How the PERCENTILE_CONT() function works in Mariadb?

The PERCENTILE_CONT() function is a built-in function in Mariadb that returns the value of a given percentile within a group of values.

Posted on

The PERCENTILE_CONT() function is a built-in function in Mariadb that returns the value of a given percentile within a group of values. The function is useful for finding the median, quartiles, or any other percentile of a distribution. The function is also known as PERCENTILE_CONTINUOUS().

Syntax

The syntax of the PERCENTILE_CONT() function is as follows:

PERCENTILE_CONT(percentile) OVER (
  PARTITION BY expr1, expr2, ...
  ORDER BY expr3, expr4, ...
)

Where percentile is a decimal value between 0 and 1, inclusive, that specifies the percentile to compute. expr1, expr2, … are the expressions that define the partition or the group of values, and expr3, expr4, … are the expressions that define the order or the ranking of the values within each partition. The function returns a decimal value that is the value of the given percentile.

Examples

Example 1: Calculating the median of students’ scores

The following example shows how to use the PERCENTILE_CONT() function to calculate the median of students’ scores in a table called students:

SELECT name, score, PERCENTILE_CONT(0.5) OVER (ORDER BY score) AS Median
FROM students;

The output is:

+------+-------+--------+
| name | score | Median |
+------+-------+--------+
| Bob  | 50    | 70     |
| Alice| 60    | 70     |
| Eve  | 70    | 70     |
| Dave | 80    | 70     |
| Carol| 90    | 70     |
+------+-------+--------+

The function returns the median of the students’ scores, which is 70. The median is the value that divides the distribution into two equal halves, or the 50th percentile. The function uses a linear interpolation method to compute the percentile value when it is not an integer rank.

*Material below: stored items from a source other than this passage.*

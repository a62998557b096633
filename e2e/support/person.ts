import type { APIResponse, Browser, BrowserContext, Page } from '@playwright/test';
import { expect } from '@playwright/test';

/** Somebody with a browser of their own. */
export interface Person {
  readonly name: string;
  readonly email: string;
  readonly context: BrowserContext;
  readonly page: Page;
  /** The body of every answer of the API that this browser has got. */
  readonly heard: () => Promise<readonly string[]>;
  /** Errors on the pages and requests to other hosts. */
  readonly complaints: readonly string[];
}

export const PASSWORD = 'a bench of oak and slate';

/** Opens a browser context and listens to all that goes through it. */
export async function openPerson(browser: Browser, baseURL: string, name: string, email: string): Promise<Person> {
  const context = await browser.newContext({ baseURL });
  const bodies: Promise<string>[] = [];
  const complaints: string[] = [];
  context.on('response', (response) => {
    if (!response.url().startsWith(`${baseURL}/api/`)) return;
    // A page that has moved on no longer tells what it was sent; nobody saw that answer.
    bodies.push(response.text().catch(() => ''));
  });
  context.on('request', (request) => {
    const url = request.url();
    if (!/^(data|blob):/.test(url) && !url.startsWith(`${baseURL}/`)) complaints.push(`asked ${url}`);
  });
  context.on('weberror', (error) => complaints.push(error.error().message));
  const page = await context.newPage();
  return { name, email, context, page, heard: () => Promise.all(bodies), complaints };
}

interface Letter {
  readonly id: number;
  readonly to: string;
  readonly subject: string;
  readonly text: string;
}

/** Waits for the latest letter to an address whose subject fits. */
export async function findLetter({ context, email }: Person, subject: RegExp): Promise<Letter> {
  let found: Letter | undefined;
  await expect
    .poll(
      async () => {
        const { letters } = (await (await context.request.get('/api/mailbox')).json()) as { letters: Letter[] };
        found = letters.find((letter) => letter.to === email && subject.test(letter.subject));
        return found?.subject ?? 'no such letter';
      },
      { timeout: 60_000, message: `a letter to ${email}` },
    )
    .toMatch(subject);
  if (!found) throw new Error(`There is no letter to ${email}`);
  return found;
}

/** Opens the link of a letter. */
export async function followLetter(person: Person, subject: RegExp, baseURL: string): Promise<void> {
  const { text } = await findLetter(person, subject);
  const link = text.split(/\s+/).find((word) => word.startsWith(`${baseURL}/join/`));
  if (!link) throw new Error(`The letter “${text}” holds no link`);
  await person.page.goto(link);
}

/** Name and password on the page that an invitation or a sign-up opens. */
export async function makeAccount({ page, name }: Person): Promise<void> {
  await page.getByLabel('Your name, as your class knows it').fill(name);
  await page.getByLabel('Password', { exact: true }).fill(PASSWORD);
  await page.getByRole('button', { name: 'Make my account' }).click();
  await page.waitForURL((url) => !url.pathname.startsWith('/join/'));
}

/** The status of an address of the API, asked with this person's session. */
export async function statusOf({ context }: Person, path: string): Promise<number> {
  return (await context.request.get(`/api${path}`)).status();
}

/** What the API answers this person, which must be well. */
export async function ask<T>({ context }: Person, path: string): Promise<T> {
  const answer: APIResponse = await context.request.get(`/api${path}`);
  expect(answer.ok(), `${path}: ${answer.status()}`).toBe(true);
  return (await answer.json()) as T;
}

Example 2: Calculating the quartiles of products’ sales

The following example shows how to use the PERCENTILE_CONT() function to calculate the quartiles of products’ sales in a table called products:

SELECT product, category, sales,
       PERCENTILE_CONT(0.25) OVER (PARTITION BY category ORDER BY sales) AS Q1,
       PERCENTILE_CONT(0.5) OVER (PARTITION BY category ORDER BY sales) AS Q2,
       PERCENTILE_CONT(0.75) OVER (PARTITION BY category ORDER BY sales) AS Q3
FROM products;

The output is:

+---------+----------+-------+------+------+-------+
| product | category | sales | Q1   | Q2   | Q3    |
+---------+----------+-------+------+------+-------+
| A       | Books    | 100   | 125  | 250  | 325   |
| B       | Books    | 200   | 125  | 250  | 325   |
| C       | Books    | 300   | 125  | 250  | 325   |
| D       | Books    | 400   | 125  | 250  | 325   |
| E       | Toys     | 50    | 62.5 | 100  | 137.5 |
| F       | Toys     | 100   | 62.5 | 100  | 137.5 |
| G       | Toys     | 150   | 62.5 | 100  | 137.5 |
+---------+----------+-------+------+------+-------+

The function returns the quartiles of the products’ sales, which are the values that divide the distribution into four equal parts, or the 25th, 50th, and 75th percentiles. The function computes the quartiles for each category separately, using the partition by clause. The function uses a linear interpolation method to compute the percentile value when it is not an integer rank.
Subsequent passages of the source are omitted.